What to produce:
All lines with the word "commonly" must be pulled from the entries below.

Stored data:
/**
 * Clean-water re-aeration test analysis after ASCE/EWRI 2-06 ("Measurement of Oxygen Transfer in
 * Clean Water"): the dissolved-oxygen concentration at one probe rises after deoxygenation as
 *
 *     C(t) = C∞ − (C∞ − C₀) · exp(−kLa · t)
 *
 * and kLa, C∞ (equilibrium concentration) and C₀ (concentration at t = 0) are found by non-linear
 * least squares. kLa is corrected to 20 °C with θ = 1.024, and the standard oxygen transfer rate is
 * SOTR = V · mean_i(kLa20,i · C∞20,i) over the probes.
 *
 * SI: time in s, kLa in 1/s, concentrations in kg/m³ (1 mg/L = 1e-3 kg/m³), volume in m³,
 * transfer rates in kg/s, temperature in K, pressure in Pa.
 */
import { invertDense, solveDense, studentTQuantile } from './stats.js';

/**
 * The re-aeration model C(t) = C∞ − (C∞ − C₀) exp(−kLa t).
 *
 * Example (PHYSICS §15 #29, in mg/L and h): C∞ 9.09, C₀ 0.5, kLa 10 h⁻¹, t = 10 min → 7.468.
 */
export function reaerationConcentration(opts: { timeS: number; kLaPerS: number; saturationKgM3: number; initialKgM3: number }): number {
	const { timeS, kLaPerS, saturationKgM3, initialKgM3 } = opts;
	return saturationKgM3 - (saturationKgM3 - initialKgM3) * Math.exp(-kLaPerS * timeS);
}

export interface ParameterEstimate {
	value: number;
	standardError: number;
	/** 95 % confidence interval, value ± t(0.975, n − 3) · standard error */
	ci95: [number, number];
}

export interface ReaerationFit {
	kLaPerS: ParameterEstimate;
	saturationKgM3: ParameterEstimate;
	initialKgM3: ParameterEstimate;
	/** covariance of (kLa, C∞, C₀), SI */
	covariance: number[][];
	/** measured − fitted at each point, kg/m³ */
	residualsKgM3: number[];
	fittedKgM3: number[];
	/** √(SSE / (n − 3)), kg/m³ */
	residualStandardErrorKgM3: number;
	degreesOfFreedom: number;
	/** t(0.975, n − 3) used for the intervals */
	tQuantile: number;
	iterations: number;
	/** things the analyst should look at; the fit is still returned */
	warnings: string[];
}

export type ReaerationFitResult = { ok: true; fit: ReaerationFit } | { ok: false; message: string };

/**
 * Fit kLa, C∞ and C₀ to a dissolved-oxygen series by non-linear least squares.
 *
 * Method: Levenberg–Marquardt with Marquardt's diagonal scaling, written out here because no small
 * package does bounded, dependency-free curve fitting with a covariance; the problem has three
 * parameters, so a 3×3 solve per iteration is all it takes. Time and concentration are first scaled
 * to O(1) (by the last time and the largest concentration) so the damping treats the parameters
 * alike. The start is found by variable projection: for a fixed kLa the model is linear in C∞ and
 * C₀, so a log-spaced scan over kLa with a 2×2 least-squares solve at each value gives the global
 * basin, and LM polishes it.
 *
 * Uncertainty: covariance = s² (JᵀJ)⁻¹ at the optimum with s² = SSE / (n − 3) (the usual
 * linearised estimate), standard errors its diagonal square roots, 95 % intervals with the
 * Student t quantile at n − 3 degrees of freedom.
 *
 * C₀ is the concentration at t = 0 of the given time axis; shift the times first if the test did
 * not start at 0.
 */
export function fitReaeration(opts: { timeS: ArrayLike<number>; concentrationKgM3: ArrayLike<number> }): ReaerationFitResult {
	const n = opts.timeS.length;
	if (n !== opts.concentrationKgM3.length) return { ok: false, message: 'Times and concentrations must have the same length' };
	if (n < 4) return { ok: false, message: `A fit of three parameters needs at least 4 points; the series has ${n}` };
	let tMax = -Infinity;
	let cMax = 0;
	for (let i = 0; i < n; i++) {
		tMax = Math.max(tMax, opts.timeS[i]);
		cMax = Math.max(cMax, Math.abs(opts.concentrationKgM3[i]));
	}
	if (!(tMax > 0)) return { ok: false, message: 'The times must span a positive interval' };
	if (!(cMax > 0)) return { ok: false, message: 'The concentrations are all zero' };
	const tau = Array.from(opts.timeS, (t) => t / tMax);
	const u = Array.from(opts.concentrationKgM3, (c) => c / cMax);

	// scaled parameters q = [k, a, b]: kLa = k / tMax, C∞ = a · cMax, C₀ = b · cMax
	const model = (q: number[], i: number) => q[1] - (q[1] - q[2]) * Math.exp(-q[0] * tau[i]);
	const sse = (q: number[]) => {
		let s = 0;
		for (let i = 0; i < n; i++) {
			const r = u[i] - model(q, i);
			s += r * r;
		}
		return s;
	};

	// start: variable projection over k from 1e-3 to 1e4 time constants per series length
	let q = [1, u[n - 1], u[0]];
	let best = Infinity;
	for (let j = 0; j <= 140; j++) {
		const k = 10 ** (-3 + (7 * j) / 140);
		let sgg = 0;
		let sge = 0;
		let see = 0;
		let sgu = 0;
		let seu = 0;
		for (let i = 0; i < n; i++) {
			const e = Math.exp(-k * tau[i]);
			const g = 1 - e;
			sgg += g * g;
			sge += g * e;
			see += e * e;
			sgu += g * u[i];
			seu += e * u[i];
		}
		const ab = solveDense(
			[
				[sgg, sge],
				[sge, see]
			],
			[sgu, seu]
		);
		if (!ab) continue;
		const cand = [k, ab[0], ab[1]];
		const s = sse(cand);
		if (s < best) {
			best = s;
			q = cand;
		}
	}

	const jacobian = (p: number[]) => {
		const J: number[][] = [];
		for (let i = 0; i < n; i++) {
			const e = Math.exp(-p[0] * tau[i]);
			J.push([(p[1] - p[2]) * tau[i] * e, 1 - e, e]);
		}
		return J;
	};
	const normal = (J: number[][], p: number[]) => {
		const A = [
			[0, 0, 0],
			[0, 0, 0],
			[0, 0, 0]
		];
		const g = [0, 0, 0];
		for (let i = 0; i < n; i++) {
			const r = u[i] - model(p, i);
			const row = J[i];
			for (let a = 0; a < 3; a++) {
				g[a] += row[a] * r;
				for (let b = 0; b < 3; b++) A[a][b] += row[a] * row[b];
			}
		}
		return { A, g };
	};

	let lambda = 1e-3;
	let current = sse(q);
	let iterations = 0;
	for (; iterations < 500; iterations++) {
		const { A, g } = normal(jacobian(q), q);
		let accepted = false;
		let stepSmall = false;
		while (lambda < 1e16) {
			const damped = A.map((row, a) => row.map((v, b) => (a === b ? v + lambda * Math.max(v, 1e-300) : v)));
			const delta = solveDense(damped, g);
			if (!delta) {
				lambda *= 10;
				continue;
			}
			const trial = q.map((v, a) => v + delta[a]);
			const s = sse(trial);
			if (s <= current) {
				stepSmall = delta.every((d, a) => Math.abs(d) <= 1e-12 * (Math.abs(q[a]) + 1e-12));
				const relDrop = (current - s) / Math.max(current, 1e-300);
				q = trial;
				current = s;
				lambda = Math.max(lambda / 10, 1e-12);
				accepted = true;
				if (relDrop < 1e-14) stepSmall = true;
				break;
			}
			lambda *= 10;
		}
		if (!accepted || stepSmall) break;
	}

	if (!(q[0] > 0) || !q.every(Number.isFinite)) {
		return { ok: false, message: 'The fit found no rising exponential in this series (kLa came out non-positive)' };
	}
	const J = jacobian(q);
	const { A } = normal(J, q);
	const inv = invertDense(A);
	if (!inv) return { ok: false, message: 'kLa, C∞ and C₀ cannot be told apart from this series (the fit is singular)' };

	const dof = n - 3;
	const s2 = current / dof;
	const scale = [1 / tMax, cMax, cMax];
	const covariance = inv.map((row, a) => row.map((v, b) => s2 * v * scale[a] * scale[b]));
	const tq = studentTQuantile(0.975, dof);
	const est = (a: number): ParameterEstimate => {
		const value = q[a] * scale[a];
		const standardError = Math.sqrt(covariance[a][a]);
		return { value, standardError, ci95: [value - tq * standardError, value + tq * standardError] };
	};
	const kLa = est(0);
	const cInf = est(1);
	const c0 = est(2);
	const fittedKgM3: number[] = [];
	const residualsKgM3: number[] = [];
	for (let i = 0; i < n; i++) {
		const f = reaerationConcentration({ timeS: opts.timeS[i], kLaPerS: kLa.value, saturationKgM3: cInf.value, initialKgM3: c0.value });
		fittedKgM3.push(f);
		residualsKgM3.push(opts.concentrationKgM3[i] - f);
	}

	const warnings: string[] = [];
	const reached = 1 - Math.exp(-kLa.value * tMax);
	// ASCE 2-06 has the test run close to saturation (commonly quoted: to about 98 % of C∞, from memory)
	if (reached < 0.98) {
		warnings.push(`The series ends at ${(100 * reached).toFixed(0)} % of the rise to saturation; the test should run to about 98 % for C∞ to be well determined`);
	}
	if (kLa.ci95[0] <= 0 || kLa.standardError > 0.25 * kLa.value) {
		warnings.push('kLa is poorly determined: its standard error exceeds 25 % of the estimate');
	}
	return {
		ok: true,
		fit: {
			kLaPerS: kLa,
			saturationKgM3: cInf,
			initialKgM3: c0,
			covariance,
			residualsKgM3,
			fittedKgM3,
			residualStandardErrorKgM3: Math.sqrt(s2) * cMax,
			degreesOfFreedom: dof,
			tQuantile: tq,
			iterations,
			warnings
		}
	};
}

/**
 * Keep the points between `lowFraction` and `highFraction` of the equilibrium concentration, the
 * truncation ASCE 2-06 prescribes before the final fit (commonly quoted as 20 % and 98 % of C∞,
 * from memory). Returns the kept times and concentrations.
 */
export function truncateReaerationSeries(opts: {
	timeS: ArrayLike<number>;
	concentrationKgM3: ArrayLike<number>;
	saturationKgM3: number;
	lowFraction?: number;
	highFraction?: number;
}): { timeS: number[]; concentrationKgM3: number[] } {
	const lo = (opts.lowFraction ?? 0.2) * opts.saturationKgM3;
	const hi = (opts.highFraction ?? 0.98) * opts.saturationKgM3;
	const timeS: number[] = [];
	const concentrationKgM3: number[] = [];
	for (let i = 0; i < opts.timeS.length; i++) {
		const c = opts.concentrationKgM3[i];
		if (c >= lo && c <= hi) {
			timeS.push(opts.timeS[i]);
			concentrationKgM3.push(c);
		}
	}
	return { timeS, concentrationKgM3 };
}

/** Customary temperature coefficient of kLa for oxygen in clean water. */
export const KLA_THETA = 1.024;

/**
 * kLa at 20 °C: kLa20 = kLaT · θ^(20 − T[°C]), θ = 1.024 by default.
 *
 * Example (PHYSICS §15 #30): 10 h⁻¹ at 15 °C → 11.259 h⁻¹.
 */
export function kLaAt20C(opts: { kLaPerS: number; temperatureK: number; theta?: number }): number {
	const theta = opts.theta ?? KLA_THETA;
	return opts.kLaPerS * theta ** (20 - (opts.temperatureK - 273.15));
}

/**
 * Oxygen solubility in fresh water in equilibrium with water-saturated air at 101.325 kPa,
 * Benson & Krause (1984), as given in APHA Standard Methods:
 * ln C_s[mg/L] = −139.34411 + 1.575701e5/T − 6.642308e7/T² + 1.243800e10/T³ − 8.621949e11/T⁴,
 * T in K. Returns kg/m³. No pressure or salinity correction.
 *
 * Example: 293.15 K → 9.092e-3 kg/m³ (9.092 mg/L).
 */
export function oxygenSaturationKgM3(opts: { temperatureK: number }): number {
	const T = opts.temperatureK;
	const lnCs = -139.34411 + 1.575701e5 / T - 6.642308e7 / T ** 2 + 1.2438e10 / T ** 3 - 8.621949e11 / T ** 4;
	return Math.exp(lnCs) * 1e-3;
}

/**
 * Equilibrium concentration at standard conditions (20 °C, 1 atm): C∞20 = C∞T / (τ Ω) with
 * τ = C_s(T) / C_s(20 °C) from Benson & Krause and Ω = P_b / 101325 Pa (the ASCE form, from memory).
 */
export function saturationAt20C(opts: { saturationKgM3: number; temperatureK: number; barometricPressurePa?: number }): number {
	const tau = oxygenSaturationKgM3({ temperatureK: opts.temperatureK }) / oxygenSaturationKgM3({ temperatureK: 293.15 });
	const omega = (opts.barometricPressurePa ?? 101325) / 101325;
	return opts.saturationKgM3 / (tau * omega);
}

/**
 * Standard oxygen transfer rate, kg O₂/s: SOTR = V · mean_i(kLa20,i · C∞20,i) over the
 * determination points (probes).
 *
 * Example (PHYSICS §15 #31): V = 1 m³, kLa20 = 10 h⁻¹, C∞20 = 9.09 g/m³ → 90.9 g/h.
 */
export function standardOxygenTransferRateKgS(opts: { liquidVolumeM3: number; points: Array<{ kLa20PerS: number; saturation20KgM3: number }> }): number {
	if (opts.points.length === 0) throw new Error('SOTR needs at least one determination point');
	let s = 0;
	for (const p of opts.points) s += p.kLa20PerS * p.saturation20KgM3;
	return (opts.liquidVolumeM3 * s) / opts.points.length;
}

export interface ReaerationAnalysis {
	fit: ReaerationFit;
	kLa20PerS: ParameterEstimate;
	saturation20KgM3: ParameterEstimate;
	sotrKgS: ParameterEstimate;
}

/**
 * The whole analysis of one probe's series: fit, kLa and C∞ at standard conditions, and SOTR for
 * the liquid volume. The temperature and pressure corrections are exact scalings, so the intervals
 * scale with them; the SOTR interval uses the first-order (delta-method) variance of the product
 * kLa · C∞ including their covariance.
 */
export function analyseReaeration(opts: {
	timeS: ArrayLike<number>;
	concentrationKgM3: ArrayLike<number>;
	temperatureK: number;
	liquidVolumeM3: number;
	barometricPressurePa?: number;
	theta?: number;
}): { ok: true; analysis: ReaerationAnalysis } | { ok: false; message: string } {
	const r = fitReaeration(opts);
	if (!r.ok) return r;
	const fit = r.fit;
	const fk = kLaAt20C({ kLaPerS: 1, temperatureK: opts.temperatureK, theta: opts.theta });
	const fc = saturationAt20C({ saturationKgM3: 1, temperatureK: opts.temperatureK, barometricPressurePa: opts.barometricPressurePa });
	const tq = fit.tQuantile;
	const scaled = (e: ParameterEstimate, f: number): ParameterEstimate => ({
		value: e.value * f,
		standardError: e.standardError * f,
		ci95: [e.ci95[0] * f, e.ci95[1] * f]
	});
	const k20 = scaled(fit.kLaPerS, fk);
	const c20 = scaled(fit.saturationKgM3, fc);
	const sotr = standardOxygenTransferRateKgS({ liquidVolumeM3: opts.liquidVolumeM3, points: [{ kLa20PerS: k20.value, saturation20KgM3: c20.value }] });
	const cov = fit.covariance[0][1] * fk * fc;
	const varProduct = c20.value ** 2 * k20.standardError ** 2 + k20.value ** 2 * c20.standardError ** 2 + 2 * k20.value * c20.value * cov;
	const seSotr = opts.liquidVolumeM3 * Math.sqrt(Math.max(varProduct, 0));
	return {
		ok: true,
		analysis: {
			fit,
			kLa20PerS: k20,
			saturation20KgM3: c20,
			sotrKgS: { value: sotr, standardError: seSotr, ci95: [sotr - tq * seSotr, sotr + tq * seSotr] }
		}
	};
}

Response area:
	// ASCE 2-06 has the test run close to saturation (commonly quoted: to about 98 % of C∞, from memory)
 * truncation ASCE 2-06 prescribes before the final fit (commonly quoted as 20 % and 98 % of C∞,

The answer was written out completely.